*WHAT IS NEEDED*.
Please copy the leading lines of the entries below exactly, concluding with the line in which "if (!line ||" occurs.

Stored data entries

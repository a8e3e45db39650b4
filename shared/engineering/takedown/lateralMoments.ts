import type { Model } from '../model/model.ts';

/**
 * Wall moments at the bottom of every story: M = sum of V h downward, kip-in, same indices as the shears
 * (`[action][story][wall]`). Shares bring no axial load, so that a moved centroid adds nothing; transfers have their own columns.
 */
export function lateralMoments(model: Model, shearKip: Float64Array, actionCount: number): Float64Array {
  const walls = model.walls.length;
  const plane = model.stories.length * walls;
  const moments = new Float64Array(shearKip.length);
  for (let action = 0; action < actionCount; action += 1) {
    for (let wall = 0; wall < walls; wall += 1) {
      let moment = 0;
      for (let story = model.stories.length - 1; story >= 0; story -= 1) {
        const at = action * plane + story * walls + wall;
        const line = model.walls[wall];
        if (!line || story < line.fromStory || story > line.toStory) continue;
        moment += (shearKip[at] ?? 0) * (model.stories[story]?.heightIn ?? 0);
        moments[at] = moment;
      }
    }
  }
  return moments;
}
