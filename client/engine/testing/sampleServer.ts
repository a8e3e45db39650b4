import { editableTables } from '#shared/contracts/tableColumns';

import type { Answers } from '../../app/testing/fakeServer.ts';
import { session } from '../../app/testing/sampleBuilding.ts';
import { sample, sampleResource, sampleTable } from './sampleBuilding.ts';

/** The computed sample building as the API tells of it. */
export const computedAnswers = (role = 'engineer'): Answers => ({
  'GET /api/session': { body: session(role) },
  'GET /api/buildings': { body: { rows: [] } },
  'GET /api/buildings/b1': { body: sampleResource },
  'GET /api/buildings/b1/results': { body: sample.document },
  'GET /api/buildings/b1/schedule': { body: { rows: sample.rows, seq: 7, orphans: [] } },
  ...Object.fromEntries(
    editableTables.map((table) => [`GET /api/buildings/b1/${table}`, { body: sampleTable(table) }]),
  ),
});
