import type { BuildingResource } from '#shared/contracts/buildings';
import type { ResultDocument } from '#shared/contracts/result';
import type { ScheduleResourceRow } from '#shared/contracts/schedule';
import { readSettings } from '#shared/contracts/settings';
import type { EditableTable } from '#shared/contracts/tableColumns';
import type {
  BuildingInput,
  ForceRow,
  GravityRow,
  LevelRow,
  Settings,
  Tables,
  WallRow,
} from '#shared/engineering/input';
import { runBuilding } from '#shared/result/runBuilding';

/** An invented building of three stories and four walls, for tests of pages and worker. */
const level = (name: string, height: number): LevelRow => ({
  level: name,
  height,
  elevation: null,
  x: null,
  y: null,
  extent_x: 80,
  extent_y: 50,
  edge_x: 0,
  edge_y: 0,
  diaphragm: null,
  weight: null,
  gravity: null,
});

const wall = (name: string, x1: number, y1: number, x2: number, y2: number): WallRow => ({
  wall: name,
  x1,
  y1,
  x2,
  y2,
  thickness: 12,
  from_level: 'L2',
  to_level: 'Roof',
  fc: null,
  share_x: null,
  share_y: null,
  opening: null,
  flexure_factor: null,
  shear_factor: null,
});

const force = (at: string, caseName: string, fx: number, fy: number): ForceRow => ({
  level: at,
  case: caseName,
  kind: 'seismic',
  fx,
  fy,
  x: null,
  y: null,
  mz: null,
});

const gravity = (at: string, name: string, dead: number): GravityRow => ({
  level: at,
  wall: name,
  dead,
  live: dead / 4,
  roof_live: null,
  snow: null,
  tributary_area: null,
  eccentricity: null,
  live_class: null,
});

const levels = ['Roof', 'L3', 'L2'];
const walls = [
  wall('P1', 0, 10, 0, 34),
  wall('P2', 80, 8, 80, 32),
  wall('Q1', 10, 0, 34, 0),
  wall('Q2', 30, 50, 50, 50),
];

export const sampleTables: Tables = {
  levels: [level('Roof', 12), level('L3', 12), level('L2', 15)],
  walls,
  forces: levels.flatMap((at, index) => [force(at, 'EX', 60 - index * 15, 0), force(at, 'EY', 0, 60 - index * 15)]),
  gravity: levels.flatMap((at) => walls.map((one) => gravity(at, one.wall, 40))),
  combinations: [],
  overrides: [],
};

function sampleSettings(): Settings {
  const read = readSettings({ name: 'Alder Yard', units: 'us', basis: ['rigid'], bandStories: 2 });
  if (!read.ok) throw new Error(read.problems.map((problem) => problem.message).join('; '));
  return read.settings;
}

export const sampleInput: BuildingInput = { settings: sampleSettings(), tables: sampleTables };

function run(): { document: ResultDocument; rows: readonly ScheduleResourceRow[] } {
  const outcome = runBuilding(sampleInput);
  if (!outcome.ok) throw new Error(outcome.problems.map((problem) => problem.message).join('; '));
  const rows = outcome.document.schedule.map((row, index) => {
    const { vertical, horizontal, ends, ties, laps, notes } = row;
    const automatic = { vertical, horizontal, ends, ties, laps, notes };
    return { ...row, id: `row-${index + 1}`, version: 1, overwritten: [], automatic, reason: null };
  });
  return { document: outcome.document, rows };
}

export const sample = run();

const { given: _given, ...settings } = sampleInput.settings;
export const sampleResource: BuildingResource = { ...settings, id: 'b1', state: 'in progress', seq: 7, version: 1 };

/** A table as the server answers it. */
export const sampleTable = (table: EditableTable) => ({
  rows: sampleTables[table].map((row, index) => ({ ...row, id: `${table}-${index + 1}`, version: 1 })),
  version: 1,
  seq: 7,
});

*ANSWER TO THIS PROBLEM*.
repository a8e3e45db39650b4
filename shared/engineering/takedown/lateralMoments.ts
import type { Model } from '../model/model.ts';

/**
 * Wall moments at the bottom of every story: M = sum of V h downward, kip-in, same indices as the shears
 * (`[action][story][wall]`). Shares bring no axial load, so that a moved centroid adds nothing; transfers have their own columns.
 */
export function lateralMoments(model: Model, shearKip: Float64Array, actionCount: number): Float64Array {
  const walls = model.walls.length;
  const plane = model.stories.length * walls;
  const moments = new Float64Array(shearKip.length);
  for (let action = 0; action < actionCount; action += 1) {
    for (let wall = 0; wall < walls; wall += 1) {
      let moment = 0;
      for (let story = model.stories.length - 1; story >= 0; story -= 1) {
        const at = action * plane + story * walls + wall;
        const line = model.walls[wall];
        if (!line || story < line.fromStory || story > line.toStory) continue;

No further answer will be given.